# 金融代写|投资组合代写Investment Portfolio代考|FINC3017

## 金融代写|投资组合代写Investment Portfolio代考|COMPLETE MARKETS AND UNIQUENESS OF THE SDF

The securities market is said to be complete if, for any $\tilde{w}$, there exists a portfolio $\theta$ such that
$$\sum_{i=1}^n \theta_i \tilde{x}_i=\tilde{w} .$$
Thus, any desired distribution of wealth across states of the world can be achieved by choosing the appropriate portfolio (if cost is not a constraint).

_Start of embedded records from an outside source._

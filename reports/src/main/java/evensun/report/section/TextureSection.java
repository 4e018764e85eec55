package evensun.report.section;

import evensun.report.chart.Axis;
import evensun.report.chart.Chart;
import evensun.report.chart.Kind;
import evensun.report.chart.Series;
import evensun.report.figure.Budget;
import evensun.report.figure.Figure;
import evensun.report.figure.RayPicture;
import evensun.report.figure.Share;
import evensun.report.page.Block;
import evensun.report.page.Section;
import evensun.report.page.Table;
import evensun.report.text.Numbers;
import evensun.result.Outcome;
import evensun.result.Outcome.Losses;
import evensun.result.Outcome.StackEntry;
import evensun.result.Outcome.SubcellOutcome;
import evensun.result.RunResult;
import evensun.result.Textured;
import java.util.ArrayList;
import java.util.HashMap;
import java.util.List;
import java.util.Map;
import java.util.Optional;
import org.jspecify.annotations.Nullable;

/** What shaping and scattering at boundaries does: the design beside its flat twin, and rays. */
public final class TextureSection {

  private static final String LIMITS =
      "Rays follow geometrical optics between the films. On features of a few micrometres that"
          + " errs by more than the statistical errors given here, which come from the number of"
          + " rays alone.";

  private TextureSection() {}

  /** The section; absent where every boundary is flat. */
  public static Optional<Section> of(RunResult result) {
    Textured textured = result.textured();
    if (textured == null) {
      return Optional.empty();
    }
    List<Block> blocks = new ArrayList<>();
    blocks.add(new Block.Prose(LIMITS));
    if (textured.section() != null) {
      picture(result, textured.section(), blocks);
    }
    Optional<Budget> shaped = Budget.of(result.found());
    Optional<Budget> flat = Budget.of(textured.flat());
    if (shaped.isPresent() && flat.isPresent()) {
      blocks.add(new Block.Grid(ledger(result, textured, shaped.get(), flat.get()), false));
    }
    reflectance(result.found(), textured.flat(), blocks);
    films(result.found(), blocks);
    return Optional.of(new Section("texture", "Texture", heading(shaped, flat), blocks));
  }

  private static String heading(Optional<Budget> shaped, Optional<Budget> flat) {
    if (shaped.isEmpty() || flat.isEmpty()) {
      return "The same stack with flat boundaries";
    }
    double gain = shaped.get().collectedMaPerCm2() - flat.get().collectedMaPerCm2();
    return "Against flat boundaries the subcells together "
        + (gain < 0 ? "lose " : "gain ")
        + Numbers.ma(Math.abs(gain));
  }

  private static void picture(RunResult result, Textured.Section section, List<Block> blocks) {
    String what =
        "A section through the boundaries with rays of "
            + Numbers.quantity(section.wavelengthNm(), "nm")
            + " from above; the width of a ray is what is left of its light."
            + (RayPicture.isBroken(section) ? " Thick layers are cut short with a break." : "");
    blocks.add(
        new Block.Picture(
            "fig-rays", Figure.of(new RayPicture(section, roles(result.found())), what), what));
  }

  /** Media of subcells in the colours they have everywhere. */
  private static Map<String, String> roles(Outcome outcome) {
    List<String> subcells = outcome.subcells().stream().map(SubcellOutcome::name).toList();
    Map<String, String> roles = new HashMap<>();
    for (StackEntry entry : outcome.stack()) {
      if (entry.subcell() != null) {
        roles.put(entry.name(), Share.subcellRole(subcells.indexOf(entry.subcell())));
      } else if (entry.role().equals("layer")) {
        roles.put(entry.name(), Share.parasiticRole(0));
      }
    }
    return roles;
  }

  private static Table ledger(RunResult result, Textured textured, Budget shaped, Budget flat) {
    Table.Builder table =
        new Table.Builder(
                "table-flat-twin",
                "The same films at the same thickness on flat boundaries, by "
                    + String.join(" and ", textured.flatSolvers()))
            .words("where the light ends")
            .numbers("flat", Numbers.MA)
            .numbers("as designed", Numbers.MA)
            .numbers("±", Numbers.MA)
            .numbers("change", Numbers.MA);
    for (Share share : shaped.shares()) {
      table.row(row(share.label(), flat.of(share.label()), share));
      if (share.role().equals("reflected")) {
        parts(result.found().losses(), table);
      }
    }
    Share total = new Share("total", "", shaped.totalMaPerCm2());
    return table.row(row("total", flat.totalMaPerCm2(), total)).build(1);
  }

  private static void parts(@Nullable Losses losses, Table.Builder table) {
    Double never = losses == null ? null : losses.neverEnteredMaPerCm2();
    if (losses == null || never == null) {
      return;
    }
    double back = losses.reflectedMaPerCm2() - never;
    table.row("of that never entered a thick absorber", "", Numbers.fixed(never, 3), "", "");
    table.row("of that came back out", "", Numbers.fixed(back, 3), "", "");
  }

  private static List<String> row(String label, double flat, Share shaped) {
    return List.of(
        label,
        Numbers.fixed(flat, 3),
        Numbers.fixed(shaped.maPerCm2(), 3),
        Numbers.standardError(shaped.standardErrorMaPerCm2()),
        Numbers.signed(shaped.maPerCm2() - flat, 3));
  }

  private static void reflectance(Outcome shaped, Outcome flat, List<Block> blocks) {
    List<Double> nm = shaped.spectral().wavelengthNm();
    if (nm.size() < 2) {
      return;
    }
    List<Series> series = new ArrayList<>();
    series.add(Series.of("as designed", "ink", shaped.spectral().reflectance()));
    series.add(Series.of("flat", "reflected", flat.spectral().reflectance()).asDashed());
    List<Double> never = shaped.spectral().neverEntered();
    if (never != null) {
      series.add(Series.of("never entered", "sub1", never));
    }
    blocks.add(
        Tables.plot(
            new Chart(
                "flat-twin",
                Kind.LINES,
                "Reflectance as designed, and with flat boundaries (dashed)",
                Axis.linear("wavelength", "nm", nm.get(0), nm.get(nm.size() - 1)),
                Axis.linear("reflectance", "", 0, highest(series)),
                nm,
                series,
                List.of())));
  }

  /** A round number above every value. */
  private static double highest(List<Series> series) {
    double most =
        series.stream()
            .flatMap(s -> s.values().stream())
            .mapToDouble(v -> v == null ? 0 : v)
            .max()
            .orElse(1);
    return Math.min(1, Math.ceil(most * 10) / 10);
  }

  private static void films(Outcome outcome, List<Block> blocks) {
    Table.Builder table =
        new Table.Builder("table-facet-films", "Thickness of the films on facets")
            .words("film")
            .numbers("along the facet normal", "nm")
            .numbers("along the substrate normal", "nm");
    int rows = 0;
    for (StackEntry entry : outcome.stack()) {
      Double along = entry.alongSubstrateNormalNm();
      Double nm = entry.thicknessNm();
      if (along != null && nm != null) {
        table.row(entry.name(), Numbers.fixed(nm, 1), Numbers.fixed(along, 1));
        rows++;
      }
    }
    if (rows > 0) {
      blocks.add(new Block.Grid(table.build(), false));
    }
  }
}
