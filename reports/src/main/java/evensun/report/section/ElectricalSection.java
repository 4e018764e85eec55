package evensun.report.section;

import evensun.report.chart.Axis;
import evensun.report.chart.Chart;
import evensun.report.chart.Kind;
import evensun.report.chart.Mark;
import evensun.report.chart.Series;
import evensun.report.page.Block;
import evensun.report.page.Section;
import evensun.report.page.Table;
import evensun.report.text.Numbers;
import evensun.result.Electrical;
import evensun.result.Electrical.CurvePoint;
import evensun.result.Electrical.LadderStep;
import evensun.result.Electrical.MismatchPoint;
import evensun.result.Electrical.SubcellElectrical;
import evensun.result.Outcome;
import evensun.result.RunResult;
import java.util.ArrayList;
import java.util.List;
import java.util.Objects;
import java.util.Optional;
import org.jspecify.annotations.Nullable;

/** The electrical side: J–V, what mismatch costs, from the limit to the device. */
public final class ElectricalSection {

  private ElectricalSection() {}

  /** The section; absent without an electrical model. */
  public static Optional<Section> of(RunResult result) {
    Electrical electrical = result.found().electrical();
    if (electrical == null) {
      return Optional.empty();
    }
    List<Block> blocks = new ArrayList<>();
    blocks.add(
        new Block.Prose(
            "Cell temperature "
                + Numbers.withUnit(Numbers.trimmed(electrical.temperatureK(), 2), "K")
                + "; "
                + electrical.pairing()
                + "."));
    if (electrical.curve().size() > 1) {
      blocks.add(Tables.plot(curve(electrical, drawn(result))));
    }
    blocks.add(new Block.Grid(subcells(electrical), false));
    if (electrical.mismatchCost().size() > 1) {
      blocks.add(Tables.plot(mismatch(result, electrical)));
    }
    if (electrical.ladder().size() > 1) {
      blocks.add(new Block.Grid(ladder(electrical), false));
    }
    return Optional.of(new Section("electrical", "Power", heading(electrical), blocks));
  }

  private static @Nullable Electrical drawn(RunResult result) {
    Outcome drawn = result.asDrawn();
    return drawn == null ? null : drawn.electrical();
  }

  private static String heading(Electrical electrical) {
    String efficiency = Numbers.quantity(electrical.efficiencyPercent(), "%");
    double lost = electrical.independentEfficiencyPercent() - electrical.efficiencyPercent();
    if (electrical.connection().equals("independent")) {
      return "Efficiency " + efficiency + ", each subcell at its own maximum power";
    }
    String cost = lost < 0.005 ? "nothing" : Numbers.fixed(lost, 2) + " points";
    return "Efficiency "
        + efficiency
        + "; the "
        + electrical.connection()
        + " connection costs "
        + cost
        + " against independent subcells";
  }

  private static Chart curve(Electrical found, @Nullable Electrical drawn) {
    List<Double> volts = found.curve().stream().map(CurvePoint::voltageV).toList();
    List<Series> series = new ArrayList<>();
    series.add(
        Series.of(
            "found", "ink", found.curve().stream().map(CurvePoint::currentMaPerCm2).toList()));
    if (drawn != null && drawn.curve().size() > 1) {
      series.add(new Series("as drawn", "muted", true, along(volts, drawn.curve())));
    }
    double top =
        series.stream()
            .flatMap(s -> s.values().stream())
            .filter(Objects::nonNull)
            .mapToDouble(Double::doubleValue)
            .max()
            .orElse(1);
    Axis x = Axis.linear("voltage", "V", 0, volts.get(volts.size() - 1));
    Axis y = Axis.covering("current", Numbers.MA, 0, top * 1.03);
    return new Chart("jv", Kind.LINES, curveTitle(found), x, y, volts, series, List.of());
  }

  /** A curve read off at other voltages, linearly between its points; null beyond its ends. */
  private static List<@Nullable Double> along(List<Double> volts, List<CurvePoint> curve) {
    List<@Nullable Double> values = new ArrayList<>();
    for (double volt : volts) {
      values.add(at(volt, curve));
    }
    return values;
  }

  private static @Nullable Double at(double volt, List<CurvePoint> curve) {
    for (int i = 1; i < curve.size(); i++) {
      CurvePoint a = curve.get(i - 1);
      CurvePoint b = curve.get(i);
      if (a.voltageV() <= volt && volt <= b.voltageV() && a.voltageV() < b.voltageV()) {
        double part = (volt - a.voltageV()) / (b.voltageV() - a.voltageV());
        return a.currentMaPerCm2() + part * (b.currentMaPerCm2() - a.currentMaPerCm2());
      }
    }
    return null;
  }

  private static String curveTitle(Electrical e) {
    StringBuilder text = new StringBuilder("Current against voltage");
    if (e.vocV() != null && e.jscMaPerCm2() != null && e.fillFactor() != null) {
      text.append(": open circuit ")
          .append(Numbers.withUnit(Numbers.fixed(e.vocV(), 3), "V"))
          .append(", short circuit ")
          .append(Numbers.ma(e.jscMaPerCm2()))
          .append(", fill factor ")
          .append(Numbers.fixed(e.fillFactor(), 3));
    }
    return text.toString();
  }

  private static Table subcells(Electrical electrical) {
    Table.Builder table =
        new Table.Builder("table-electrical", "Each subcell at the device's maximum power")
            .words("subcell")
            .numbers("bandgap", "eV")
            .numbers("saturation current", Numbers.MA)
            .numbers("external radiative efficiency", "")
            .numbers("ideality", "")
            .numbers("open circuit", "V")
            .numbers("operating voltage", "V")
            .numbers("operating current", Numbers.MA)
            .numbers("gain per mA cm⁻²", "%");
    for (SubcellElectrical s : electrical.subcells()) {
      Double gain = s.efficiencyGainPerMaPerCm2();
      table.row(
          s.name(),
          Numbers.fixed(s.bandgapEv(), 3),
          Numbers.significant(s.saturationMaPerCm2(), 3),
          Numbers.significant(s.externalRadiativeEfficiency(), 3),
          Numbers.trimmed(s.idealityFactor(), 2),
          Numbers.fixed(s.vocV(), 3),
          Numbers.fixed(s.operatingVoltageV(), 3),
          Numbers.fixed(s.operatingMaPerCm2(), 2),
          gain == null ? "" : Numbers.signed(gain, 2));
    }
    return table.build();
  }

  private static Chart mismatch(RunResult result, Electrical electrical) {
    List<MismatchPoint> points = electrical.mismatchCost();
    List<Double> xs = points.stream().map(MismatchPoint::differenceMaPerCm2).toList();
    List<Double> ys = points.stream().map(MismatchPoint::efficiencyPercent).toList();
    double low = ys.stream().mapToDouble(Double::doubleValue).min().orElse(0);
    double high = ys.stream().mapToDouble(Double::doubleValue).max().orElse(1);
    double margin = Math.max(0.05, (high - low) * 0.1);
    Axis x =
        Axis.linear("first minus second subcell", Numbers.MA, xs.get(0), xs.get(xs.size() - 1));
    Axis y = Axis.covering("efficiency", "%", low, high + margin);
    return new Chart(
        "mismatch",
        Kind.LINES,
        "What mismatch costs: between balance and the worst shown, "
            + Numbers.fixed(high - low, 2)
            + " points",
        x,
        y,
        xs,
        List.of(Series.of("efficiency", "ink", ys)),
        here(result));
  }

  private static List<Mark> here(RunResult result) {
    var subcells = result.found().subcells();
    if (subcells.size() < 2) {
      return List.of();
    }
    Double first = subcells.get(0).photocurrentMaPerCm2();
    Double second = subcells.get(1).photocurrentMaPerCm2();
    return first == null || second == null
        ? List.of()
        : List.of(new Mark(first - second, "this design"));
  }

  private static Table ladder(Electrical electrical) {
    Table.Builder table =
        new Table.Builder("table-ladder", "From the detailed-balance limit to the device")
            .words("step")
            .numbers("efficiency", "%")
            .numbers("as current", Numbers.MA);
    double sum = 0;
    for (int i = 0; i < electrical.ladder().size(); i++) {
      LadderStep step = electrical.ladder().get(i);
      sum += step.efficiencyPercent();
      table.row(
          step.label(),
          i == 0
              ? Numbers.fixed(step.efficiencyPercent(), 2)
              : Numbers.signed(step.efficiencyPercent(), 2),
          step.maPerCm2() == null ? "" : Numbers.signed(step.maPerCm2(), 2));
    }
    table.row("device", Numbers.fixed(sum, 2), "");
    return table.build(1);
  }
}
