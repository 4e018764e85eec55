package evensun.spi;

import static org.assertj.core.api.Assertions.assertThat;
import static org.assertj.core.api.Assertions.assertThatThrownBy;
import static org.assertj.core.api.Assertions.within;

import java.util.stream.Stream;
import org.junit.jupiter.api.Test;
import org.junit.jupiter.params.ParameterizedTest;
import org.junit.jupiter.params.provider.MethodSource;

class ProfileTest {

  static Stream<Profile> endToEnd() {
    return Stream.of(
        new Profile.Linear(),
        new Profile.Power(0.5),
        new Profile.Power(3),
        new Profile.Tanh(0.3, 0.1),
        new Profile.Table(Samples.of(0, 0.2, 1), Samples.of(0, 0.9, 1)),
        new Profile.MothEye(Profile.Shape.PYRAMID, 1),
        new Profile.MothEye(Profile.Shape.PARABOLOID, 1));
  }

  @ParameterizedTest
  @MethodSource("endToEnd")
  void runsFromOneEndToTheOtherAndNeverBack(Profile profile) {
    assertThat(profile.at(0)).isZero();
    assertThat(profile.at(1)).isCloseTo(1, within(1e-15));
    for (int i = 1; i <= 100; i++) {
      assertThat(profile.at(i / 100.0)).isGreaterThanOrEqualTo(profile.at((i - 1) / 100.0));
    }
  }

  @Test
  void solidsOfRevolutionHoldTheirVolume() {
    // A pyramid or cone fills a third of its prism, a paraboloid half of its cylinder (Euclid,
    // Archimedes).
    assertThat(mean(new Profile.MothEye(Profile.Shape.PYRAMID, 1)))
        .isCloseTo(1 / 3.0, within(1e-6));
    assertThat(mean(new Profile.MothEye(Profile.Shape.CONE, Math.PI / 4)))
        .isCloseTo(Math.PI / 12, within(1e-6));
    assertThat(mean(new Profile.MothEye(Profile.Shape.PARABOLOID, 1))).isCloseTo(0.5, within(1e-6));
  }

  @Test
  void aTableMustReachBothFaces() {
    assertThatThrownBy(() -> new Profile.Table(Samples.of(0, 0.5), Samples.of(0, 1)))
        .hasMessageContaining("from 0 to 1");
  }

  private static double mean(Profile profile) {
    int steps = 1000;
    double sum = 0;
    for (int i = 0; i < steps; i++) {
      sum += profile.at((i + 0.5) / steps);
    }
    return sum / steps;
  }
}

It should be apparent that true completeness is a rare thing. For example, if there are infinitely many states of the world, then (3.18) is an infinite number of equalities, which we are supposed to satisfy by choosing a finite-dimensional vector $\theta \in \mathbb{R}^n$. This is impossible. Note that there must be infinitely many states if we want the security payoffs $\tilde{x}_i$ to be normally distributed, or to be lognormally distributed, or to have any other continuous distribution. Thus, single-period markets with finitely many continuously distributed assets are not complete.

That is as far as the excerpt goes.